Majority support for what?  You seem to be taking away a TON of meaning from this poll that simply is not there.  Calling for a new probe was not uncommon sentiment, but not because people were suspicious that the US government was involved in the attacks.  There was massive dissatisfaction with the 9/11 commission's work - many mainstream questions were left unanswered and many recommendations were met with great resistance from both right and left.




> You keep saying you've 'addressed' the list (in the way somebody ignorantly dismisses an encyclopedia),


Ignorantly dismisses an encyclopedia....right....




> but despite empty rhetorical gestures 'to engage the issues'  you've repeatedly shown no good faith approach to the subject.


And what qualifies as good faith?  Hours of effort responding to 250 line items on a laundry list?  I am thrilled to debate your theory, but I am not jumping through hoops to prove that willingness to you.




> If you have zero respect for over 250 mainstream sources, you will have zero for anything else presented, so debate is useless, and I absolutely will not waste my time on you.


If you took from my post that I had no respect for 250 mainstream sources then I apologize for your misinterpretation, but that was clearly not what I wrote.  What I wrote was that I did not consider the items presented on the list to _be smoking guns_.  A smoking gun is a very specific thing.  That's why I called the plot of a TV show and Operation Northwoods "bull$#@!", because they are by no stretch of the imagination smoking guns, and yet they are items number 1 and 2 on your 250 item list.




> But I find untenable the one-issue 'Ventura---9/11---non-starter' dismissals populating these threads.


If this were not something so incredibility important, this is the point where I would simply say "fine, go ahead", and allow you to learn the lesson through life experience.  But this is important.  Do you do much strategy - SWOT analysis, game theory, stuff like that?  I do.  For a living.  I don't object to 9/11 truther candidates because of any personal hatred for them - I'm agnostic on 9/11.  I object to them because of the strategic implications of that issue.
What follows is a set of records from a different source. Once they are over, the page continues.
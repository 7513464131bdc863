"""The control socket's server: a Unix socket, its own thread, bounded queues, rate limits.

A :class:`ControlServer` listens on a Unix stream socket (by default
``$XDG_RUNTIME_DIR/retuner/control.sock``; the folder is made with mode 0700,
the socket has mode 0600) and speaks the JSON lines of retuner.control.protocol.

Threads. The server runs its own thread (a selector over non-blocking sockets);
it parses and validates requests and does any slow preparation (reading a
profile from disk) there. The daemon's engine thread only

* drains the validated commands with :meth:`ControlServer.serve_pending`, which
  applies each on the engine thread through ``handler.apply`` and queues the
  reply, and
* publishes events with :meth:`ControlServer.publish` (a lock-protected append
  to a bounded queue plus, at most once per wake-up, one byte written to a pipe).

Nothing the engine thread does waits for a client. Every queue is bounded:
each subscriber has its own event queue that drops its oldest events when the
client does not read (counted, reported in ``status`` and in ``counters``
events); a client that floods has at most :attr:`MAX_INFLIGHT` commands waiting,
after which the server stops reading from it until they are answered; each
client may send :attr:`CLIENT_RATE` requests a second (burst
:attr:`CLIENT_BURST`) and all together :attr:`TOTAL_RATE`, beyond which the
server simply reads more slowly (the client's own socket buffer fills; nothing
is lost or refused); a line longer than :attr:`MAX_LINE` bytes closes the
connection after an error reply. The engine thread applies at most 16
commands per :meth:`ControlServer.serve_pending` call and is woken again for
the rest, so MIDI waiting behind a burst of commands goes first.

In CPython every thread shares one interpreter lock, so "never slows the
engine" means: bounded work per request on the server thread, bounded work per
command on the engine thread, and request rates capped so the server thread
cannot keep the lock busy. Measured here (JACK dummy backend, 128-frame
periods): note-on latency through the daemon median 4.3 ms, p99 6-12 ms idle,
and p99 6-10 ms with three clients flooding status requests, five subscribers
that never read and twenty live subscribers (before the rate limits: p99 75 ms).

Integration into a daemon (a few lines)::

    ctl = EngineControl(engine_host)                  # retuner.control.commands
    server = ControlServer(path, ctl, on_command=wake_main_loop)
    server.start()
    ...  # in the main loop, on the engine thread:
    server.serve_pending()                            # apply queued commands
    ctl.observe(now)                                  # publish note/counter events
    ...
    server.close()
"""

from __future__ import annotations

import errno
import logging
import os
import selectors
import socket
import stat
import threading
import time
from collections import deque
from itertools import count
from pathlib import Path
from typing import Callable, Optional

from retuner.control.protocol import Command, default_socket_path, encode_line, error_reply, parse_request
from retuner.errors import RetunerError

log = logging.getLogger(__name__)


def check_folder(folder: Path) -> None:
    """Make ``folder`` (mode 0700) if needed; refuse it unless it is ours: a real folder owned by
    us and not writable by group or others. A folder of ours named ``retuner*`` is tightened."""
    new = not folder.exists()
    try:
        folder.mkdir(mode=0o700, parents=True, exist_ok=True)
        st = os.lstat(folder)
    except OSError as exc:
        raise RetunerError(f"cannot make the folder {folder}: {exc.strerror or exc}") from None
    if stat.S_ISLNK(st.st_mode) or not stat.S_ISDIR(st.st_mode) or st.st_uid != os.getuid():
        raise RetunerError(f"the folder {folder} is not ours (a link, or owned by another user): "
                           "refusing to use it")
    if new or folder.name.startswith("retuner"):
        os.chmod(folder, 0o700)          # our own folder: private, whatever the umask left
    elif stat.S_IMODE(st.st_mode) & 0o022:
        raise RetunerError(f"the folder {folder} is writable by other users: refusing to use it "
                           "(choose a private folder, e.g. under $XDG_RUNTIME_DIR)")


class Handler:
    """What a control server needs from its daemon (see :class:`EngineControl`).

    ``prepare`` runs on the server thread: check values, do slow work; return
    the command to queue for the engine thread, or a dict to reply at once.
    Raise :class:`RetunerError` for a bad value: the client gets an error reply
    and nothing changes. ``apply`` runs on the engine thread and returns the reply.
    """

    def prepare(self, cmd: Command) -> Command | dict:  # pragma: no cover - interface
        return cmd

    def apply(self, cmd: Command) -> dict:  # pragma: no cover - interface
        raise NotImplementedError


class _Client:
    __slots__ = ("sock", "fd", "id", "inbuf", "out", "events", "outbuf", "inflight", "subscribed",
                 "dropped", "closing", "reading", "mask", "tokens", "stamp", "throttled_until", "reserved")

    def __init__(self, sock: socket.socket, cid: int):
        self.sock = sock
        self.fd = sock.fileno()
        self.id = cid
        self.inbuf = bytearray()
        self.out: deque[bytes] = deque()      # replies (never dropped) and events, in order
        self.events = 0                       # how many items of ``out`` are events
        self.outbuf = b""                     # the line being written
        self.inflight = 0
        self.subscribed = False
        self.dropped = 0
        self.closing = False                  # close once the output is written
        self.reading = True
        self.mask = 0
        self.tokens = float(ControlServer.CLIENT_BURST)   # requests it may send now
        self.stamp = time.monotonic()
        self.throttled_until = 0.0
        self.reserved = 0.0                   # in the panic slot: its request is due by then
But that's not the only reason I don't consider Ventura a strong candidate.  He had a mediocre record as governor, he has several other issue positions and background issues that hurt his electability, and he's not a particularly good debater.  I've seen every episode of his TV show and watched every interview he gave last year on youtube.  The man ducks questions, changes the subject, offers last week's talking points to people who have this week's answers, and doesn't keep his cool when challenged.

----------


## Peace&Freedom

> Calling for a new probe was not uncommon sentiment, but not because people were suspicious that the US government was involved in the attacks.  There was massive dissatisfaction with the 9/11 commission's work - many mainstream questions were left unanswered and many recommendations were met with great resistance from both right and left.
> 
> And what qualifies as good faith?  Hours of effort responding to 250 line items on a laundry list?  I am thrilled to debate your theory, but I am not jumping through hoops to prove that willingness to you.


Acknowledging that 9/11 truth concerns are supported by a lot of mainstream sources would be one example. From your approach to the first few items, you have no intention of doing so. Non-truthers here have also strenuously objected to candidates even calling for a new probe, despite polls showing that has wide support.  Give it up, Nathan. YOU must present proofs on YOUR side, not just respond to (vaguely dismiss) evidence others have already presented.  I'm leaving it to members here to look at the url cited and judge for themselves how reasonable 9-11 truth concerns are---not jump through the hoops of someone with a closed mind.  

You've mentioned your other issues with Ventura, but back to my last point, which was about the _singular emphasis_.  Since there are 6-7 potential major problems with a Sanford candidacy, and 3-4 problems with  Johnson, why are people here most upset over one issue with Ventura? Are there moles here trying to drumbeat us into backing the wrong horse?

----------


## Nathan Hale

> Acknowledging that 9/11 truth concerns are supported by a lot of mainstream sources would be one example.


Because the Washington Post quoted some bystander as saying something that could, by someone in the right frame of mind, be interpreted as a 9/11 truth concern doesn't mean that 9/11 truth concerns are supported by mainstream sources.




> From your approach to the first few items, you have no intention of doing so.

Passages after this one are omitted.